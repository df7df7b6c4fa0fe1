// Whether a solution of the first road balances: its forces at every point, along every leg and as a whole, under the loads
// as this room reads them; and the work of loads and ground against that of the internal forces (Clapeyron, with what is
// imposed counted), by this room's own flexibilities. All integrals are of polynomials, and exact.
import type { Structure } from '../model/structure.ts';
import { endForces, sumAtPoints } from './given-forces.ts';
import { addLoad, emptyLoading, type Loading, UNSTRAINED } from './loading.ts';
import { bound, derivative, type Polynomial, productIntegral, shifted, valueAt } from './polynomial.ts';
import type { SpanLoad } from './span.ts';
import type { StaticLeg, Statics } from './statics.ts';

/** What is read of a solution; signs and units are those of the model and of internal-forces.ts. */
export interface SolvedState {
  /** Per point: x, y, rotation of the joint. */
  readonly movements: Float64Array;
  readonly members: readonly { readonly pieces: readonly SolvedPiece[] }[];
  /** By support, on the structure. */
  readonly reactions: readonly { readonly x: number; readonly y: number; readonly moment: number }[];
  /** The largest force and couple that went into it, for what is imposed those that would hold all else still. */
  readonly largest?: { readonly force: number; readonly moment: number };
}

export interface SolvedPiece {
  readonly leg: number;
  readonly start: number;
  readonly end: number;
  readonly axialForce: Polynomial;
  readonly bendingMoment: Polynomial;
  readonly rotation: Polynomial;
  readonly axialMovement: Polynomial;
  readonly transverseMovement: Polynomial;
}

export interface Balance {
  /** The largest force out of balance at a point, on a leg or on the whole, over the loads; couples over the frame's size. */
  readonly equilibrium: number;
  /** Work of loads and ground less that of the internal forces, over the sizes of their terms. */
  readonly energy: number;
}

export function balanceOf(statics: Statics, factors: readonly number[], solution: SolvedState): Balance {
  const { structure } = statics;
  const loading = emptyLoading(statics);
  for (const load of structure.loads) {
    const factor = factors[load.case]!;
    if (factor !== 0) addLoad(statics, loading, load, factor);
  }
  const pieces = statics.legs.map(leg => piecesOf(leg, solution));
  const size = sizeOf(structure);
  const applied = totalOf(statics, loading);
  const { force, moment } = solution.largest ?? { force: 0, moment: 0 };
  const scale = Math.max(applied.size, force, moment / size);
  const open = Math.max(
    atPoints(statics, loading, solution, pieces, size),
    alongLegs(statics, loading, pieces),
    asAWhole(statics, applied, solution, size),
  );
  return { equilibrium: scale === 0 ? 0 : open / scale, energy: energyGap(statics, loading, solution, pieces, scale) };
}

/** Within one leg, places from its start. */
type LegPieces = readonly SolvedPiece[];

function piecesOf(leg: StaticLeg, { members }: SolvedState): LegPieces {
  return members[leg.member]!.pieces.filter(piece => piece.leg === leg.index).map(piece => ({
    ...piece,
    start: piece.start - leg.start,
    end: piece.end - leg.start,
  }));
}

/** Diagonal of the box around the points, m. */
function sizeOf({ points }: Structure): number {
  const extent = (values: readonly number[]) =>
    values.reduce((most, value) => Math.max(most, value), -Infinity) -
    values.reduce((least, value) => Math.min(least, value), Infinity);
  return Math.hypot(extent(points.map(({ x }) => x)), extent(points.map(({ y }) => y))) || 1;
}

// Equilibrium

/** Member-end forces, loads and reactions at each point. */
function atPoints(
  statics: Statics,
  loading: Loading,
  solution: SolvedState,
  pieces: readonly LegPieces[],
  size: number,
): number {
  const { structure, legs, forceRow, coupleRow } = statics;
  const ends = new Float64Array(6 * legs.length);
  for (const [index, leg] of legs.entries()) {
    const own = loading.spans.get(index);
    const couples = { start: own?.startMoment ?? 0, end: own?.endMoment ?? 0 };
    ends.set(endForces(leg, pieces[index]!, couples), 6 * index);
  }
  const open = sumAtPoints(statics, ends, loading);
  for (const [index, { point }] of structure.supports.entries()) {
    const { x, y, moment } = solution.reactions[index]!;
    if (forceRow[point]! < 0) continue;
    open[forceRow[point]!]! += x;
    open[forceRow[point]! + 1]! += y;
    if (coupleRow[point]! >= 0) open[coupleRow[point]!]! += moment;
  }
  let largest = 0;
  for (let point = 0; point < structure.points.length; point++) {
    const row = forceRow[point]!;
    if (row < 0) continue;
    largest = Math.max(largest, Math.abs(open[row]!), Math.abs(open[row + 1]!));
    if (coupleRow[point]! >= 0) largest = Math.max(largest, Math.abs(open[coupleRow[point]!]!) / size);
  }
  return largest;
}

/** Each leg as a free body: its end forces against the loads within, couples over its length. */
function alongLegs({ legs }: Statics, { spans }: Loading, pieces: readonly LegPieces[]): number {
  let largest = 0;
  for (const [index, { length, bendingFlexibility }] of legs.entries()) {
    const first = pieces[index]![0]!;
    const last = pieces[index]!.at(-1)!;
    const reach = last.end - last.start;
    const total = resultant(spans.get(index), length);
    const axial = valueAt(last.axialForce, reach) - valueAt(first.axialForce, 0) + total.along;
    largest = Math.max(largest, Math.abs(axial));
    if (bendingFlexibility === 0) continue;
    const startShear = valueAt(derivative(first.bendingMoment), 0);
    const shear = valueAt(derivative(last.bendingMoment), reach) - startShear - total.across;
    const moment =
      valueAt(last.bendingMoment, reach) - valueAt(first.bendingMoment, 0) - startShear * length - total.moment;
    largest = Math.max(largest, Math.abs(shear), Math.abs(moment) / length);
  }
  return largest;
}

/** Sums of the loads within a leg, N, and what they add to the moment at its end, N m. */
function resultant(load: SpanLoad | undefined, length: number) {
  const total = { along: 0, across: 0, moment: 0 };
  for (const { at, along, across, couple } of load?.forces ?? []) {
    total.along += along;
    total.across += across;
    total.moment += across * (length - at) - couple;
  }
  for (const { start, end, startAlong, endAlong, startAcross, endAcross } of load?.stretches ?? []) {
    const reach = end - start;
    total.along += (reach * (startAlong + endAlong)) / 2;
    total.across += (reach * (startAcross + endAcross)) / 2;
    total.moment +=
      (reach * (startAcross + endAcross) * (length - start)) / 2 - (reach * reach * (startAcross + 2 * endAcross)) / 6;
  }
  return total;
}

interface Total {
  x: number;
  y: number;
  /** About the origin, anticlockwise. */
  moment: number;
  /** Sum of the sizes of the forces, N. */
  size: number;
}

function totalOf({ structure, legs, forceRow, coupleRow }: Statics, { joints, spans }: Loading): Total {
  const total: Total = { x: 0, y: 0, moment: 0, size: 0 };
  const add = (atX: number, atY: number, x: number, y: number) => {
    total.x += x;
    total.y += y;
    total.moment += atX * y - atY * x;
    total.size += Math.hypot(x, y);
  };
  structure.points.forEach(({ x, y }, point) => {
    const row = forceRow[point]!;
    if (row < 0) return;
    add(x, y, joints[row]!, joints[row + 1]!);
    if (coupleRow[point]! >= 0) total.moment += joints[coupleRow[point]!]!;
  });
  for (const [index, load] of spans) {
    const { from, cosine, sine, length } = legs[index]!;
    const { x, y } = structure.points[from]!;
    const { along, across, moment } = resultant(load, length);
    add(x, y, cosine * along - sine * across, sine * along + cosine * across);
    // About the start: the whole at the end, less what it turns about that end, and couples on hinged ends.
    total.moment += across * length - moment + load.endMoment - load.startMoment;
  }
  return total;
}

/** Loads and reactions together, turned about the first supported point. */
function asAWhole({ structure, forceRow }: Statics, applied: Total, { reactions }: SolvedState, size: number): number {
  let { x, y, moment } = applied;
  for (const [index, { point }] of structure.supports.entries()) {
    if (forceRow[point]! < 0) continue;
    const at = structure.points[point]!;
    const reaction = reactions[index]!;
    x += reaction.x;
    y += reaction.y;
    moment += reaction.moment + at.x * reaction.y - at.y * reaction.x;
  }
  const about = structure.points[structure.supports[0]?.point ?? 0]!;
  return Math.max(Math.abs(x), Math.abs(y), Math.abs(moment - about.x * y + about.y * x) / size);
}

// Energy

/** A sum beside the sizes of its terms, N m. */
interface Work {
  value: number;
  size: number;
}

/** Below this share of the largest force on the largest movement a difference is rounding: some hundreds of terms. */
const ROUNDING = 2.5e-4;

function energyGap(
  statics: Statics,
  loading: Loading,
  solution: SolvedState,
  pieces: readonly LegPieces[],
  scale: number,
): number {
  const work: Work = { value: 0, size: 0 };
  addWorkAtPoints(statics, loading, solution, work);
  let [force, movement] = [scale, 0];
  for (const value of solution.movements) movement = Math.max(movement, Math.abs(value));
  for (const [index, leg] of statics.legs.entries()) {
    const load = loading.spans.get(index);
    if (load !== undefined) addWorkWithin(load, pieces[index]!, work);
    addInternalWork(leg, loading.free?.[index] ?? UNSTRAINED, load, pieces[index]!, work);
    for (const { start, end, axialForce, axialMovement, transverseMovement } of pieces[index]!) {
      force = Math.max(force, bound(axialForce, end - start));
      movement = Math.max(movement, bound(axialMovement, end - start), bound(transverseMovement, end - start));
    }
  }
  const size = Math.max(work.size, ROUNDING * force * movement);
  return size === 0 ? 0 : Math.abs(work.value) / size;
}

function add(work: Work, value: number): void {
  work.value += value;
  work.size += Math.abs(value);
}

/** Of loads on the points, and of reactions: what the ground moves, or a spring gives. */
function addWorkAtPoints(statics: Statics, { joints }: Loading, solution: SolvedState, work: Work): void {
  const { structure, forceRow, coupleRow } = statics;
  const { movements, reactions } = solution;
  for (let point = 0; point < structure.points.length; point++) {
    const row = forceRow[point]!;
    if (row < 0) continue;
    add(work, joints[row]! * movements[3 * point]!);
    add(work, joints[row + 1]! * movements[3 * point + 1]!);
    if (coupleRow[point]! >= 0) add(work, joints[coupleRow[point]!]! * movements[3 * point + 2]!);
  }
  for (const [index, { point }] of structure.supports.entries()) {
    const { x, y, moment } = reactions[index]!;
    add(work, x * movements[3 * point]!);
    add(work, y * movements[3 * point + 1]!);
    add(work, moment * movements[3 * point + 2]!);
  }
}

function addWorkWithin({ stretches, forces, startMoment, endMoment }: SpanLoad, pieces: LegPieces, work: Work): void {
  for (const stretch of stretches) {
    const span = stretch.end - stretch.start;
    const [along, across] = [
      (stretch.endAlong - stretch.startAlong) / span,
      (stretch.endAcross - stretch.startAcross) / span,
    ];
    for (const piece of pieces) {
      const start = Math.max(stretch.start, piece.start);
      const reach = Math.min(stretch.end, piece.end) - start;
      if (reach <= 0) continue;
      const behind = start - stretch.start;
      const inPiece = start - piece.start;
      const alongHere = [stretch.startAlong + along * behind, along];
      const acrossHere = [stretch.startAcross + across * behind, across];
      add(work, productIntegral(alongHere, shifted(piece.axialMovement, inPiece), reach));
      add(work, productIntegral(acrossHere, shifted(piece.transverseMovement, inPiece), reach));
    }
  }
  for (const { at, along, across, couple } of forces) {
    const piece = pieces.find(({ end }) => at <= end) ?? pieces.at(-1)!;
    add(work, along * valueAt(piece.axialMovement, at - piece.start));
    add(work, across * valueAt(piece.transverseMovement, at - piece.start));
    add(work, couple * valueAt(piece.rotation, at - piece.start));
  }
  // Couples on hinged or connected ends turn the leg, not the joint: see `SpanLoad` for their sense.
  const last = pieces.at(-1)!;
  add(work, -startMoment * valueAt(pieces[0]!.rotation, 0));
  add(work, endMoment * valueAt(last.rotation, last.end - last.start));
}

/** Takes off ∫ (N ε + M κ + V²/GAs) dx and M²/k of the connections, ε and κ with what is free of force. */
function addInternalWork(
  leg: StaticLeg,
  free: { readonly axial: number; readonly curvature: number },
  load: SpanLoad | undefined,
  pieces: LegPieces,
  work: Work,
): void {
  const { axialFlexibility, bendingFlexibility, shearFlexibility, startTurning, endTurning } = leg;
  for (const { start, end, axialForce, bendingMoment } of pieces) {
    const reach = end - start;
    add(work, -axialFlexibility * productIntegral(axialForce, axialForce, reach));
    add(work, -free.axial * productIntegral(axialForce, [1], reach));
    add(work, -bendingFlexibility * productIntegral(bendingMoment, bendingMoment, reach));
    add(work, -free.curvature * productIntegral(bendingMoment, [1], reach));
    if (shearFlexibility === 0) continue;
    const shear = derivative(bendingMoment);
    add(work, -shearFlexibility * productIntegral(shear, shear, reach));
  }
  if (startTurning === 0 && endTurning === 0) return;
  const last = pieces.at(-1)!;
  const start = valueAt(pieces[0]!.bendingMoment, 0) - (load?.startMoment ?? 0);
  const end = valueAt(last.bendingMoment, last.end - last.start) - (load?.endMoment ?? 0);
  add(work, -startTurning * start * start);
  add(work, -endTurning * end * end);
}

REQUIRED ACTION: Nothing but the lines above from the one containing "const total: Total" through the one containing "let [force, movement] = [scale, 0];" should appear in the answer, each repeated exactly.

ANSWER SPACE:
  const total: Total = { x: 0, y: 0, moment: 0, size: 0 };
  const add = (atX: number, atY: number, x: number, y: number) => {
    total.x += x;
    total.y += y;
    total.moment += atX * y - atY * x;
    total.size += Math.hypot(x, y);
  };
  structure.points.forEach(({ x, y }, point) => {
    const row = forceRow[point]!;
    if (row < 0) return;
    add(x, y, joints[row]!, joints[row + 1]!);
    if (coupleRow[point]! >= 0) total.moment += joints[coupleRow[point]!]!;
  });
  for (const [index, load] of spans) {
    const { from, cosine, sine, length } = legs[index]!;
    const { x, y } = structure.points[from]!;
    const { along, across, moment } = resultant(load, length);
    add(x, y, cosine * along - sine * across, sine * along + cosine * across);
    // About the start: the whole at the end, less what it turns about that end, and couples on hinged ends.
    total.moment += across * length - moment + load.endMoment - load.startMoment;
  }
  return total;
}

/** Loads and reactions together, turned about the first supported point. */
function asAWhole({ structure, forceRow }: Statics, applied: Total, { reactions }: SolvedState, size: number): number {
  let { x, y, moment } = applied;
  for (const [index, { point }] of structure.supports.entries()) {
    if (forceRow[point]! < 0) continue;
    const at = structure.points[point]!;
    const reaction = reactions[index]!;
    x += reaction.x;
    y += reaction.y;
    moment += reaction.moment + at.x * reaction.y - at.y * reaction.x;
  }
  const about = structure.points[structure.supports[0]?.point ?? 0]!;
  return Math.max(Math.abs(x), Math.abs(y), Math.abs(moment - about.x * y + about.y * x) / size);
}

// Energy

/** A sum beside the sizes of its terms, N m. */
interface Work {
  value: number;
  size: number;
}

/** Below this share of the largest force on the largest movement a difference is rounding: some hundreds of terms. */
const ROUNDING = 2.5e-4;

function energyGap(
  statics: Statics,
  loading: Loading,
  solution: SolvedState,
  pieces: readonly LegPieces[],
  scale: number,
): number {
  const work: Work = { value: 0, size: 0 };
  addWorkAtPoints(statics, loading, solution, work);
  let [force, movement] = [scale, 0];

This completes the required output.